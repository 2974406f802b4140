import { requireArgument } from "../misuse.js";
import { type ExactBudget, Meter } from "./budget.js";
import { requireNumbers } from "./guards.js";
import { absolute, bitLength, gcd } from "./integer.js";
import { normPolynomial } from "./norm-polynomial.js";
import { divide, evaluate, monic, type Polynomial, polynomial, squareFreePart } from "./polynomial.js";
import { type DyadicPoint, isolateRealRoots } from "./real-roots.js";
import { Surd } from "./surd.js";

/** The real roots of a polynomial that lie in the field in a simple form, and what is left. */
export interface FieldRoots {
  /** Ascending, each once, each proved by substitution. */
  readonly roots: readonly Surd[];
  /** The monic polynomial, without double roots, of all other roots; 1 where there are none. */
  readonly rest: Polynomial;
}

/** Above this many roots still unknown, groups of four are not tried: there are too many. */
const MOST_FOR_FOURS = 20;

/**
 * Finds the real roots that are fractions, a + b√d, or a + b√d + c√e + f√(de), over the rationals; coefficients may hold
 * roots themselves. Every root returned is proved by substitution; every real root of the first two kinds is found, of the
 * third where at most twenty roots remain.
 *
 * The polynomial is brought to whole coefficients and leading coefficient 1, where such roots belong to factors with whole
 * coefficients (Gauss's lemma): a whole root, or two or four roots whose elementary symmetric functions are whole. Isolated
 * to sufficient precision, a few roots have only one candidate for each, and exact division decides.
 *
 * @param p - not zero
 * @throws GoodBasisError `option` - the zero polynomial; `budget`
 *
 * @example
 * ```ts
 * import { fieldRoots, Surd } from "goodbasis";
 *
 * const { roots, rest } = fieldRoots([-1, -1, 1].map((c) => Surd.from(c)));
 * console.log(roots[1]?.text({ form: "unicode" }), rest.length); // 1/2 + √5/2 1
 * ```
 */
export function fieldRoots(p: Polynomial, budget?: ExactBudget): FieldRoots {
  requireNumbers("fieldRoots", p);
  const meter = new Meter("fieldRoots", budget);
  const given = polynomial(p);
  requireArgument(
    given.length > 0,
    "fieldRoots",
    "a polynomial that is not zero",
    p,
    "give its coefficients by ascending power",
  );
  const own = squareFreePart(given);
  if (own.length === 2) return { roots: linearRoot(own), rest: linearRoot(own).length === 1 ? [Surd.one] : own };
  const rational = own.every((c) => c.isRational);
  const candidates = rationalFieldRoots(rational ? own : normPolynomial(own), meter);
  const roots = candidates.filter((x) => evaluate(own, x).isZero).sort((a, b) => a.compare(b));
  const rest = roots.reduce((left, x) => divide(left, [x.negate(), Surd.one]).quotient, own);
  return { roots, rest: monic(rest) };
}

function linearRoot(p: Polynomial): Surd[] {
  const root = p[0]?.negate();
  return root?.isReal ? [root] : [];
}

/** The same for rational coefficients, monic and without double roots. */
function rationalFieldRoots(p: Polynomial, meter: Meter): Surd[] {
  const scale = p.reduce((den, c) => (den * c.terms.den) / gcd(den, c.terms.den), 1n);
  const degree = p.length - 1;
  // y = scale · x has whole coefficients scale^(n − k) c_k
  const whole = p.map((c, k) => c.times(Surd.from(scale).power(degree - k)));
  return wholeRoots(whole, meter).map((y) => y.over(scale));
}

function wholeRoots(p: Polynomial, meter: Meter): Surd[] {
  const coefficients = p.map((c) => c.terms.re[0] ?? 0n);
  // every root is below 2^(size + 1) in modulus (Cauchy), so a product of four is known to much less than 2^−8
  const size = coefficients.reduce((most, c) => Math.max(most, bitLength(c)), 1);
  const bits = 4 * (size + 2) + 8;
  // each binary place of each root costs one value of the polynomial
  meter.spend(bits * p.length * p.length);
  const unknown = isolateRealRoots(coefficients, bits).map(({ low, high }): Unknown => {
    const excess = BigInt(bits - low.bits);
    const at = excess >= 0n ? low.place << excess : low.place >> -excess;
    return { low: valueOfPoint(low), high: valueOfPoint(high), at };
  });
  const search: Search = { bits: BigInt(bits), left: p, unknown, found: [] };
  takeOnes(search);
  takePairs(search);
  if (search.unknown.length <= MOST_FOR_FOURS) takeFours(search);
  return search.found;
}

function valueOfPoint({ place, bits }: DyadicPoint): Surd {
  return bits < 0 ? Surd.from(place << BigInt(-bits)) : Surd.ratio(place, 1n << BigInt(bits));
}

/** A root that is not known in closed form yet. */
interface Unknown {
  /** A closed interval around it that holds no other root. */
  readonly low: Surd;
  readonly high: Surd;
  /** The root times 2^bits, to within 2. */
  readonly at: bigint;
}

interface Search {
  /** Binary places of the approximations. */
  readonly bits: bigint;
  left: Polynomial;
  unknown: readonly Unknown[];
  readonly found: Surd[];
}

/** The whole number within 2^−8 of value / 2^places; undefined for none. */
function nearWhole(value: bigint, places: bigint): bigint | undefined {
  const nearest = (value + (1n << (places - 1n))) >> places;
  return absolute(value - (nearest << places)) <= 1n << (places - 8n) ? nearest : undefined;
}

/** Divides a factor out if it divides and its roots are the very ones of the group, and notes them. */
function take(search: Search, factor: Polynomial, roots: () => readonly Surd[], group: readonly Unknown[]): boolean {
  const { quotient, rest } = divide(search.left, factor);
  if (rest.length > 0) return false;
  const values = roots().filter((x) => evaluate(factor, x).isZero);
  if (values.length !== group.length || !group.every((interval) => values.some((x) => lies(x, interval)))) return false;
  search.left = quotient;
  search.unknown = search.unknown.filter((interval) => !group.includes(interval));
  search.found.push(...values);
  return true;
}

function lies(x: Surd, { low, high }: Unknown): boolean {
  // the lower end may be a neighbouring root
  return x.compare(high) <= 0 && (x.compare(low) > 0 || x.equals(high));
}

function takeOnes(search: Search): void {
  for (const root of search.unknown) {
    const n = nearWhole(root.at, search.bits);
    if (n === undefined) continue;
    const value = Surd.from(n);
    take(search, [value.negate(), Surd.one], () => [value], [root]);
  }
}

function takePairs(search: Search): void {
  for (let j = 0; j < search.unknown.length; j++) {
    for (let k = j + 1; k < search.unknown.length; k++) {
      const [a, b] = [search.unknown[j] as Unknown, search.unknown[k] as Unknown];
      if (!takePair(search, a, b)) continue;
      // both are gone from the list: go on with what took the first place
      j--;
      break;
    }
  }
}

function takePair(search: Search, a: Unknown, b: Unknown): boolean {
  const sum = nearWhole(a.at + b.at, search.bits);
  const product = sum === undefined ? undefined : nearWhole(a.at * b.at, 2n * search.bits);
  if (sum === undefined || product === undefined) return false;
  const roots = (): Surd[] => {
    const difference = Surd.sqrt(sum * sum - 4n * product);
    if (difference === undefined) return [];
    return [Surd.from(sum).minus(difference).over(2), Surd.from(sum).plus(difference).over(2)];
  };
  return take(search, [Surd.from(product), Surd.from(-sum), Surd.one], roots, [a, b]);
}

function takeFours(search: Search): void {
  const all = search.unknown;
  const open = (...roots: readonly Unknown[]): boolean => roots.every((root) => search.unknown.includes(root));
  for (const [h, a] of all.entries()) {
    for (const [j, b] of all.entries()) {
      if (j <= h || !open(a, b)) continue;
      for (const [k, c] of all.entries()) {
        if (k <= j || !open(a, b, c)) continue;
        for (const d of all.slice(k + 1)) if (open(a, b, c, d)) takeFour(search, a, b, c, d);
      }
    }
  }
}

/**
 * Four roots r of one quartic with whole coefficients lie in Q(√d, √e) where the three sums r1 r2 + r3 r4, … are whole: then
 * 4 r = s ± √A1 ± √A2 ± √A3 with s the sum of all and the A the squares of r1 + r2 − r3 − r4 and its like (the resolvent
 * cubic of the quartic splits; common practice).
 */
function takeFour(search: Search, a: Unknown, b: Unknown, c: Unknown, d: Unknown): void {
  const { bits } = search;
  const sum = nearWhole(a.at + b.at + c.at + d.at, bits);
  if (sum === undefined) return;
  const first = nearWhole(a.at * b.at + c.at * d.at, 2n * bits);
  const second = nearWhole(a.at * c.at + b.at * d.at, 2n * bits);
  const third = nearWhole(a.at * d.at + b.at * c.at, 2n * bits);
  if (first === undefined || second === undefined || third === undefined) return;
  const triples = nearWhole(a.at * b.at * (c.at + d.at) + c.at * d.at * (a.at + b.at), 3n * bits);
  const product = nearWhole(a.at * b.at * c.at * d.at, 4n * bits);
  if (triples === undefined || product === undefined) return;
  const pairs = first + second + third;
  const factor = [product, -triples, pairs, -sum, 1n].map((n) => Surd.from(n));
  const roots = (): Surd[] => {
    const [x, y, z] = [first, second, third].map((theta) => Surd.sqrt(sum * sum - 4n * (pairs - theta)));
    if (x === undefined || y === undefined || z === undefined) return [];
    const signs = [1, -1];
    const all = signs.flatMap((s) =>
      signs.flatMap((t) => signs.map((u) => x.times(s).plus(y.times(t)).plus(z.times(u)).plus(sum).over(4))),
    );
    return all.filter((root, k) => all.findIndex((other) => other.equals(root)) === k);
  };
  take(search, factor, roots, [a, b, c, d]);
}
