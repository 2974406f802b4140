import type { Csr } from "../csr.js";
import type { Dense } from "../dense.js";
import { dropZeros } from "./build.js";

/** Whether every place of a matrix holds an entry; `re` and `im` are then its dense rows. */
export function isFull(a: Csr): boolean {
  return a.re.length === a.rows * a.cols && a.rows > 0;
}

/** Dense rows as sparse ones, all entries stored, zeros as well; the arrays are taken over. */
export function fullCsr(rows: number, cols: number, { re, im }: Dense): Csr {
  const ptr = new Int32Array(rows + 1);
  const col = new Int32Array(rows * cols);
  for (let r = 0, k = 0; r < rows; r++) {
    for (let c = 0; c < cols; c++) col[k++] = c;
    ptr[r + 1] = k;
  }
  return { rows, cols, ptr, col, re, im: dropZeros(im) };
}

/**
 * XY for dense X, m × k, and Y, k × n, row-major: the terms of every entry are added in ascending order, as in a sparse product.
 */
export function productOfRows(m: number, k: number, n: number, x: Dense, y: Dense): Dense {
  const re = new Float64Array(m * n);
  if (x.im === undefined && y.im === undefined) {
    addReal(m, k, n, x.re, y.re, re);
    return { re, im: undefined };
  }
  const im = new Float64Array(m * n);
  if (y.im === undefined) {
    addReal(m, k, n, x.re, y.re, re);
    if (x.im !== undefined) addReal(m, k, n, x.im, y.re, im);
  } else if (x.im === undefined) {
    addReal(m, k, n, x.re, y.re, re);
    addReal(m, k, n, x.re, y.im, im);
  } else {
    addComplex(m, k, n, x.re, x.im, y.re, y.im, re, im);
  }
  return { re, im };
}

/** out += XY, four terms at a time and one after the other. */
function addReal(m: number, k: number, n: number, x: Float64Array, y: Float64Array, out: Float64Array): void {
  for (let i = 0; i < m; i++) {
    const row = i * k;
    const to = i * n;
    let a = 0;
    for (; a + 3 < k; a += 4) {
      const s0 = x[row + a] as number;
      const s1 = x[row + a + 1] as number;
      const s2 = x[row + a + 2] as number;
      const s3 = x[row + a + 3] as number;
      const q0 = a * n;
      const q1 = q0 + n;
      const q2 = q1 + n;
      const q3 = q2 + n;
      for (let j = 0; j < n; j++) {
        const sum = (out[to + j] as number) + s0 * (y[q0 + j] as number) + s1 * (y[q1 + j] as number);
        out[to + j] = sum + s2 * (y[q2 + j] as number) + s3 * (y[q3 + j] as number);
      }
    }
    for (; a < k; a++) {
      const s = x[row + a] as number;
      for (let j = 0, q = a * n; j < n; j++, q++) out[to + j] = (out[to + j] as number) + s * (y[q] as number);
    }
  }
}

function addComplex(
  m: number,
  k: number,
  n: number,
  xRe: Float64Array,
  xIm: Float64Array,
  yRe: Float64Array,
  yIm: Float64Array,
  re: Float64Array,
  im: Float64Array,
): void {
  for (let i = 0; i < m; i++) {
    for (let a = 0; a < k; a++) {
      const s = xRe[i * k + a] as number;
      const t = xIm[i * k + a] as number;
      for (let j = 0, p = i * n, q = a * n; j < n; j++, p++, q++) {
        const u = yRe[q] as number;
        const v = yIm[q] as number;
        re[p] = (re[p] as number) + (s * u - t * v);
        im[p] = (im[p] as number) + (s * v + t * u);
      }
    }
  }
}
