import { modulus } from "../complex.js";
import type { Csr } from "../csr.js";

/** The modulus of entry `e`, to within 8 units roundoff; exact for a real matrix. */
function entryModulus(a: Csr, e: number): number {
  const x = a.re[e] as number;
  return a.im === undefined ? Math.abs(x) : modulus(x, a.im[e] as number);
}

/** The largest number of entries in a row. */
export function maxRowEntries(a: Csr): number {
  let most = 0;
  for (let r = 0; r < a.rows; r++) {
    const count = (a.ptr[r + 1] as number) - (a.ptr[r] as number);
    if (count > most) most = count;
  }
  return most;
}

/** The largest column sum of moduli, ‖A‖₁; not rounded up. */
export function norm1(a: Csr): number {
  return largestColumnSum(a, (e) => entryModulus(a, e));
}

/** The largest row sum of moduli, ‖A‖∞; not rounded up. */
export function normInf(a: Csr): number {
  return largestRowSum(a, (e) => entryModulus(a, e));
}

/** The largest column sum of numbers attached to the entries. */
function largestColumnSum(a: Csr, value: (e: number) => number): number {
  const sums = new Float64Array(a.cols);
  for (let e = 0; e < a.col.length; e++) {
    const c = a.col[e] as number;
    sums[c] = (sums[c] as number) + value(e);
  }
  let largest = 0;
  for (let c = 0; c < a.cols; c++) if ((sums[c] as number) > largest) largest = sums[c] as number;
  return largest;
}

/** The largest row sum of numbers attached to the entries. */
function largestRowSum(a: Csr, value: (e: number) => number): number {
  let largest = 0;
  for (let r = 0; r < a.rows; r++) {
    let sum = 0;
    const end = a.ptr[r + 1] as number;
    for (let e = a.ptr[r] as number; e < end; e++) sum += value(e);
    if (sum > largest) largest = sum;
  }
  return largest;
}

/** √(Σ x²) of a list, scaled so that no square overflows or is lost; not rounded up. */
export function euclidean(values: Float64Array): number {
  let largest = 0;
  for (let e = 0; e < values.length; e++) {
    const x = Math.abs(values[e] as number);
    if (x > largest) largest = x;
  }
  return scaledRoot(largest, values, undefined);
}

/** The Frobenius norm √(Σ |a_ij|²), scaled so that no square overflows or is lost; not rounded up. */
export function frobenius(a: Csr): number {
  return scaledRoot(maxPart(a), a.re, a.im);
}

/** The largest modulus of a real or imaginary part. */
export function maxPart(a: Csr): number {
  let largest = 0;
  for (let e = 0; e < a.re.length; e++) {
    const x = Math.abs(a.re[e] as number);
    if (x > largest) largest = x;
  }
  if (a.im === undefined) return largest;
  for (let e = 0; e < a.im.length; e++) {
    const y = Math.abs(a.im[e] as number);
    if (y > largest) largest = y;
  }
  return largest;
}

function scaledRoot(largest: number, re: Float64Array, im: Float64Array | undefined): number {
  if (largest === 0 || largest === Number.POSITIVE_INFINITY) return largest;
  // A power of two scales without rounding; numbers of ordinary size need none.
  const unit = largest > 1e-140 && largest < 1e140 ? 1 : 2 ** Math.max(-1000, Math.floor(Math.log2(largest)));
  let sum = 0;
  for (let e = 0; e < re.length; e++) {
    const x = (re[e] as number) / unit;
    sum += x * x;
  }
  if (im !== undefined) {
    for (let e = 0; e < im.length; e++) {
      const y = (im[e] as number) / unit;
      sum += y * y;
    }
  }
  return unit * Math.sqrt(sum);
}
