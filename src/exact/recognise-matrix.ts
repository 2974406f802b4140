import { requireOptions } from "../misuse.js";
import type { Csr } from "../numerics/csr.js";
import { requireSquareRows } from "./forms.js";
import { ExactOperator } from "./operator.js";
import { type RecogniseOptions, recognise } from "./recognise.js";
import type { ExactTriplet } from "./rows.js";
import { Surd } from "./surd.js";

/** An exact operator that a floating one may stand for: a guess, entry by entry. */
export interface OperatorProposal {
  /** Says what it is. */
  readonly kind: "proposal";
  /** The exact operator. */
  readonly operator: ExactOperator;
  /** The largest distance of a real or imaginary part from its proposal, rounded up. */
  readonly distance: number;
}

/** Entries for which no number, or more than one, was found. */
export interface NoOperatorProposal {
  /** No proposal is made. */
  readonly kind: "none";
  /** The entries in question, row by row. */
  readonly entries: readonly UnknownEntry[];
}

/** An entry that stands for no known number, or for several. */
export interface UnknownEntry {
  /** Row, 0-based. */
  readonly row: number;
  /** Column, 0-based. */
  readonly col: number;
  /** Its real part. */
  readonly re: number;
  /** Its imaginary part. */
  readonly im: number;
}

/**
 * {@link recognise} for every real and imaginary part of a square matrix; entries of rounding size come out as zero, since the
 * scale is that of the largest part unless stated.
 *
 * @throws GoodBasisError `not-finite`, `option`, `shape` - no rows
 *
 * @example
 * ```ts
 * import { Operator, recogniseMatrix } from "goodbasis";
 *
 * const floating = Operator.from([[1, Math.SQRT1_2], [Math.SQRT1_2, 1 / 3]]);
 * const proposal = recogniseMatrix(floating.csr);
 * if (proposal.kind === "proposal") console.log(proposal.operator.entry(0, 1).text()); // 1/sqrt(2)
 * ```
 */
export function recogniseMatrix(csr: Csr, options: RecogniseOptions = {}): OperatorProposal | NoOperatorProposal {
  requireSquareRows("recogniseMatrix", csr);
  requireOptions("recogniseMatrix", options, ["tolerance", "scale", "maxDenominator", "maxSquare"]);
  const scale = options.scale ?? Math.max(largest(csr.re), largest(csr.im ?? new Float64Array(0)));
  const triplets: ExactTriplet[] = [];
  const missed: UnknownEntry[] = [];
  let distance = 0;
  // matrices of the trade repeat few numbers
  const seen = new Map<number, ReturnType<typeof recognise>>();
  const part = (x: number): ReturnType<typeof recognise> => {
    if (!seen.has(x)) seen.set(x, recognise(x, { ...options, scale }));
    return seen.get(x);
  };
  for (let row = 0; row < csr.rows; row++) {
    for (let e = csr.ptr[row] as number; e < (csr.ptr[row + 1] as number); e++) {
      const [re, im] = [csr.re[e] as number, csr.im === undefined ? 0 : (csr.im[e] as number)];
      const [x, y] = [part(re), part(im)];
      const col = csr.col[e] as number;
      if (x === undefined || y === undefined) missed.push({ row, col, re, im });
      else {
        triplets.push([row, col, x.value.plus(y.value.times(Surd.i))]);
        distance = Math.max(distance, x.distance, y.distance);
      }
    }
  }
  if (missed.length > 0) return { kind: "none", entries: missed };
  return { kind: "proposal", operator: ExactOperator.fromTriplets(csr.rows, triplets), distance };
}

function largest(list: Float64Array): number {
  return list.reduce((most, x) => Math.max(most, Math.abs(x)), 0);
}
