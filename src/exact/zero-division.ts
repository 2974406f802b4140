import { GoodBasisError } from "../errors.js";

/**
 * The error of a division by zero.
 *
 * @param where - the function that divides
 * @param dividend - what is divided, as text
 */
export function zeroDivision(where: string, dividend: string): GoodBasisError {
  return new GoodBasisError("zero-division", `${where}: ${dividend} is divided by zero; test with isZero first`);
}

● ● ● ● ●

ASSIGNMENT - In your answer, include only the lines above starting at the line that holds "of the polynomial" and ending at the line that holds "notes them. */", copied exactly.

SOLUTION FOR THIS TASK -
  // each binary place of each root costs one value of the polynomial
  meter.spend(bits * p.length * p.length);
  const unknown = isolateRealRoots(coefficients, bits).map(({ low, high }): Unknown => {
    const excess = BigInt(bits - low.bits);
    const at = excess >= 0n ? low.place << excess : low.place >> -excess;
    return { low: valueOfPoint(low), high: valueOfPoint(high), at };
  });
  const search: Search = { bits: BigInt(bits), left: p, unknown, found: [] };
  takeOnes(search);
  takePairs(search);
  if (search.unknown.length <= MOST_FOR_FOURS) takeFours(search);
  return search.found;
}

function valueOfPoint({ place, bits }: DyadicPoint): Surd {
  return bits < 0 ? Surd.from(place << BigInt(-bits)) : Surd.ratio(place, 1n << BigInt(bits));
}

/** A root that is not known in closed form yet. */
interface Unknown {
  /** A closed interval around it that holds no other root. */
  readonly low: Surd;
  readonly high: Surd;
  /** The root times 2^bits, to within 2. */
  readonly at: bigint;
}

interface Search {
  /** Binary places of the approximations. */
  readonly bits: bigint;
  left: Polynomial;
  unknown: readonly Unknown[];
  readonly found: Surd[];
}

/** The whole number within 2^−8 of value / 2^places; undefined for none. */
function nearWhole(value: bigint, places: bigint): bigint | undefined {
  const nearest = (value + (1n << (places - 1n))) >> places;
  return absolute(value - (nearest << places)) <= 1n << (places - 8n) ? nearest : undefined;
}

/** Divides a factor out if it divides and its roots are the very ones of the group, and notes them. */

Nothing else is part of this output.